In the book by Arora and Barak,Computational Complexity,on page 168,1st paragraph, there is a notation which I do not understand. They write For every $n \times n$ matrix $A$,and $i\in [n]$,we define $D_A(i)$ to be the $(n-1)\times (n-1)$ matrix $A_{1,i}$, i.e. A with first row and $i$th column deleted.If $x\in F\setminus[n]$;then we define $D_A(x)$ in the unique way such that for every $j,k\in [n-1]$,the function $(D_A(x))_{j,k}$ is a univariate polynomial of degree at most $n$.

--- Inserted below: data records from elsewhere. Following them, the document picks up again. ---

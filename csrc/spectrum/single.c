#include "spectrum/single.h"

#include <stdlib.h>
#include <string.h>

#include "base/checked.h"
#include "base/workers.h"
#include "spectrum/fourier.h"
#include "spectrum/phase.h"
#include "spectrum/transform.h"

#define DIRECT_MOST 131072 /* longest in one piece */
#define CHIRP_LEAST 1024   /* shortest by a chirp, and only then if it has */
#define PRIME_MOST 200     /* a prime factor beyond this */
#define SMOOTH_MOST 13     /* largest prime factor of lengths in pieces */
#define CHUNK 16384        /* bins or samples a task does */
#define FINE 4096          /* roots in the fine table */

typedef enum way { IN_ONE, IN_HALVES, BY_CHIRP } way;

struct lbr_single {
  size_t points;
  way way;
  unsigned workers;
  lbr_transform *real;   /* IN_ONE */
  double *scratch;       /* padded samples */
  double complex *bins;  /* what the transform gives */
  lbr_fourier *fourier;  /* of points / 2, or of the convolution */
  size_t folded;         /* BY_CHIRP: length of the convolution */
  double complex *chirp; /* exp(-i pi j^2 / points) */
  double complex *kernel; /* transform of its conjugate, over `folded` */
  double complex *product; /* workspace of the convolution */
  size_t turn;           /* roots of unity are of this order */
  double complex *fine, *coarse; /* roots e, and FINE e */
};

typedef struct job {
  lbr_single *s;
  const double *x, *w;
  size_t n;
  double *re, *im;
} job;

static size_t largest_prime(size_t n) {
  size_t most = 1;
  for (size_t p = 2; p * p <= n; p++)
    for (; n % p == 0; n /= p) most = p;
  return n > 1 && n > most ? n : most;
}

static way way_of(size_t points) {
  size_t prime = largest_prime(points);
  if (points >= CHIRP_LEAST && prime > PRIME_MOST) return BY_CHIRP;
  if (points <= DIRECT_MOST) return IN_ONE;
  return points % 2 == 0 && prime <= SMOOTH_MOST ? IN_HALVES : BY_CHIRP;
}

void lbr_single_free(lbr_single *s) {
  if (!s) return;
  lbr_transform_put(s->real);
  lbr_fourier_free(s->fourier);
  lbr_transform_drop(s->scratch);
  lbr_transform_drop(s->bins);
  lbr_transform_drop(s->kernel);
  lbr_transform_drop(s->product);
  free(s->chirp);
  free(s->fine);
  free(s->coarse);
  free(s);
}

static lbr_status make_roots(lbr_single *s, size_t turn) {
  s->turn = turn;
  s->fine = lbr_alloc(FINE, sizeof *s->fine);
  s->coarse = lbr_alloc(turn / FINE + 1, sizeof *s->coarse);
  if (!s->fine || !s->coarse) return LBR_NO_MEMORY;
  for (size_t i = 0; i < FINE; i++) s->fine[i] = lbr_phase_root(i, turn);
  for (size_t i = 0; i <= turn / FINE; i++)
    s->coarse[i] = lbr_phase_root(i * FINE, turn);
  return LBR_OK;
}

static inline double complex times(double complex a, double complex b) {
  double ar = creal(a), ai = cimag(a), br = creal(b), bi = cimag(b);
  return CMPLX(ar * br - ai * bi, ar * bi + ai * br);
}

static inline double complex root_of(const lbr_single *s, size_t e) {
  return times(s->coarse[e / FINE], s->fine[e % FINE]);
}

/* The smallest length >= n of primes 2, 3, 5 that is a multiple of 256. */
static size_t folded_length(size_t n) {
  return 256 * lbr_transform_fast_length((n + 255) / 256);
}

/* The conjugate chirp from -(points - 1) to points / 2, transformed. */
static lbr_status make_kernel(lbr_single *s) {
  size_t n = s->points, l = s->folded;
  memset(s->product, 0, l * sizeof *s->product);
  for (size_t j = 0; j <= n / 2; j++) s->product[j] = conj(s->chirp[j]);
  for (size_t j = 1; j < n; j++) s->product[l - j] = conj(s->chirp[j]);
  return lbr_fourier_run(s->fourier, s->product, NULL, s->kernel);
}

static lbr_status prepare_chirp(lbr_single *s) {
  size_t n = s->points;
  s->folded = folded_length(n + n / 2);
  lbr_status status = lbr_fourier_new(s->folded, s->workers, &s->fourier);
  if (status == LBR_OK) status = make_roots(s, 2 * n);
  if (status != LBR_OK) return status;
  s->chirp = lbr_alloc(n, sizeof *s->chirp);
  s->kernel = (double complex *)lbr_transform_unset(2 * s->folded);
  s->product = (double complex *)lbr_transform_unset(2 * s->folded);
  s->bins = (double complex *)lbr_transform_unset(2 * s->folded);
  if (!s->chirp || !s->kernel || !s->product || !s->bins)
    return LBR_NO_MEMORY;
  size_t square = 0; /* j^2 modulo 2 n */
  for (size_t j = 0; j < n; j++) {
    s->chirp[j] = root_of(s, square);
    square = (square + 2 * j + 1) % (2 * n);
  }
  return make_kernel(s);
}

static lbr_status prepare(lbr_single *s) {
  size_t n = s->points;
  if (s->way == BY_CHIRP) return prepare_chirp(s);
  if (s->way == IN_ONE) {
    s->scratch = lbr_transform_buffer(n);
    s->bins = (double complex *)lbr_transform_buffer(2 * (n / 2 + 1));
    if (!s->scratch || !s->bins) return LBR_NO_MEMORY;
    return lbr_transform_get(n, &s->real);
  }
  s->bins = (double complex *)lbr_transform_unset(n);
  if (!s->bins) return LBR_NO_MEMORY;
  lbr_status status = make_roots(s, n);
  if (status != LBR_OK) return status;
  return lbr_fourier_new(n / 2, s->workers, &s->fourier);
}

lbr_status lbr_single_new(size_t points, unsigned workers, lbr_single **out) {
  if (points < 1 || points > LBR_TRANSFORM_MOST) return LBR_DOMAIN;
  lbr_single *s = lbr_alloc(1, sizeof *s);
  if (!s) return LBR_NO_MEMORY;
  s->points = points;
  s->way = way_of(points);
  if (s->way == BY_CHIRP && folded_length(points + points / 2) >
                                LBR_TRANSFORM_MOST)
    s->way = IN_ONE;
  s->workers = points < DIRECT_MOST ? 1 : workers;
  lbr_status status = prepare(s);
  if (status == LBR_OK)
    *out = s;
  else
    lbr_single_free(s);
  return status;
}

size_t lbr_single_points(const lbr_single *s) { return s->points; }

/* Tasks over `count` items in chunks; short ones stay on this thread. */
static lbr_status over_chunks(lbr_task run, job *j, size_t count) {
  return lbr_workers_run(run, j, (count + CHUNK - 1) / CHUNK, j->s->workers);
}

static size_t chunk_end(size_t task, size_t count) {
  size_t end = (task + 1) * CHUNK;
  return end < count ? end : count;
}

/* Bins k and m - k of the whole from those of the half transform: even and
 * odd samples are its real and imaginary part. */
static inline void untangle(const job *j, size_t k, size_t m) {
  const double *z = (const double *)j->s->bins;
  size_t mirror = k == 0 ? 0 : m - k;
  double complex w = root_of(j->s, k);
  double ar = z[2 * k], ai = z[2 * k + 1];
  double br = z[2 * mirror], bi = z[2 * mirror + 1];
  double er = (ar + br) / 2, ei = (ai - bi) / 2;
  double odd_r = (ai + bi) / 2, odd_i = (br - ar) / 2;
  double tr = creal(w) * odd_r - cimag(w) * odd_i;
  double ti = creal(w) * odd_i + cimag(w) * odd_r;
  j->re[k] = er + tr;
  j->im[k] = ei + ti;
  j->re[m - k] = er - tr;
  j->im[m - k] = ti - ei;
}

static lbr_status untangle_chunk(void *context, size_t task, unsigned worker) {
  const job *j = context;
  size_t m = j->s->points / 2, end = chunk_end(task, m / 2 + 1);
  (void)worker;
  for (size_t k = task * CHUNK; k < end; k++) untangle(j, k, m);
  return LBR_OK;
}

static lbr_status run_halves(job *j) {
  lbr_single *s = j->s;
  const double *x = j->x, *w = j->w;
  if (j->n < s->points) { /* padded, the window along with it */
    if (!s->scratch) s->scratch = lbr_transform_buffer(s->points);
    if (!s->scratch) return LBR_NO_MEMORY;
    for (size_t i = 0; i < j->n; i++) s->scratch[i] = w ? w[i] * x[i] : x[i];
    memset(s->scratch + j->n, 0, (s->points - j->n) * sizeof *x);
    x = s->scratch;
    w = NULL;
  }
  lbr_status status = lbr_fourier_run(
      s->fourier, (const double complex *)(const void *)x, w, s->bins);
  if (status != LBR_OK) return status;
  return over_chunks(untangle_chunk, j, s->points / 4 + 1);
}

static lbr_status chirped(void *context, size_t task, unsigned worker) {
  const job *j = context;
  lbr_single *s = j->s;
  size_t from = task * CHUNK, end = chunk_end(task, s->folded);
  (void)worker;
  for (size_t i = from; i < end; i++) {
    double v = i >= j->n ? 0 : j->w ? j->w[i] * j->x[i] : j->x[i];
    s->product[i] = i < j->n ? CMPLX(v * creal(s->chirp[i]),
                                     v * cimag(s->chirp[i])) : 0;
  }
  return LBR_OK;
}

/* The conjugate of the product, over the length: its forward transform is the
 * conjugate of the convolution. */
static lbr_status multiplied(void *context, size_t task, unsigned worker) {
  const job *j = context;
  lbr_single *s = j->s;
  size_t end = chunk_end(task, s->folded);
  double scale = 1 / (double)s->folded;
  (void)worker;
  for (size_t i = task * CHUNK; i < end; i++) {
    double complex p = times(s->bins[i], s->kernel[i]);
    s->product[i] = CMPLX(scale * creal(p), -scale * cimag(p));
  }
  return LBR_OK;
}

static lbr_status unchirped(void *context, size_t task, unsigned worker) {
  const job *j = context;
  lbr_single *s = j->s;
  size_t end = chunk_end(task, s->points / 2 + 1);
  (void)worker;
  for (size_t k = task * CHUNK; k < end; k++) {
    double complex v = times(conj(s->bins[k]), s->chirp[k]);
    j->re[k] = creal(v);
    j->im[k] = cimag(v);
  }
  return LBR_OK;
}

static lbr_status run_chirp(job *j) {
  lbr_single *s = j->s;
  lbr_status status = over_chunks(chirped, j, s->folded);
  if (status == LBR_OK)
    status = lbr_fourier_run(s->fourier, s->product, NULL, s->bins);
  if (status == LBR_OK) status = over_chunks(multiplied, j, s->folded);
  if (status == LBR_OK)
    status = lbr_fourier_run(s->fourier, s->product, NULL, s->bins);
  if (status == LBR_OK)
    status = over_chunks(unchirped, j, s->points / 2 + 1);
  return status;
}

lbr_status lbr_single_run(lbr_single *s, const double *x, const double *w,
                          size_t n, double *re, double *im) {
  if (n > s->points) return LBR_DOMAIN;
  job j = {s, x, w, n, re, im};
  if (s->way == IN_HALVES) return run_halves(&j);
  if (s->way == BY_CHIRP) return run_chirp(&j);
  lbr_transform_windowed(s->real, x, w, n, s->scratch, s->bins);
  for (size_t k = 0; k <= s->points / 2; k++) {
    re[k] = creal(s->bins[k]);
    im[k] = cimag(s->bins[k]);
  }
  return LBR_OK;
}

My question is how this univariate polynomial is created, and how uniqueness determines its form.Is this a polynomial in $x$? What is $D_A(x)$?
OK, I think I got it. First $D_A(i)$ is defined (as a matrix) for $n$ particular values in your field $K=\Bbb Z/p\Bbb Z$. Then for every matrix position, there is a unique univariate polynomial $P\in K[x]$ of degree strictly less than $n$ (your book is off by one here) such that the corresponding entry of $D_A(i)$ equals the evaluation $P[x:=i]$ (this is a standard polynomial interpoliation result). Then define $D_A\in M_{n-1}(K[x])$ (a matrix with polynomial entries) to have these (interpolation) polynomials as entries (in their respective matrix positions).
Your book is very sloppy in using the same notation $A_{i,j}$ to denote in the first sentence a matrix obtained by dropping row$~i$ and column$~j$ from $A$, and then in the last sentence (with $D_A(x)$ as matrix) to denote simply the $i,j$ entry of the matrix.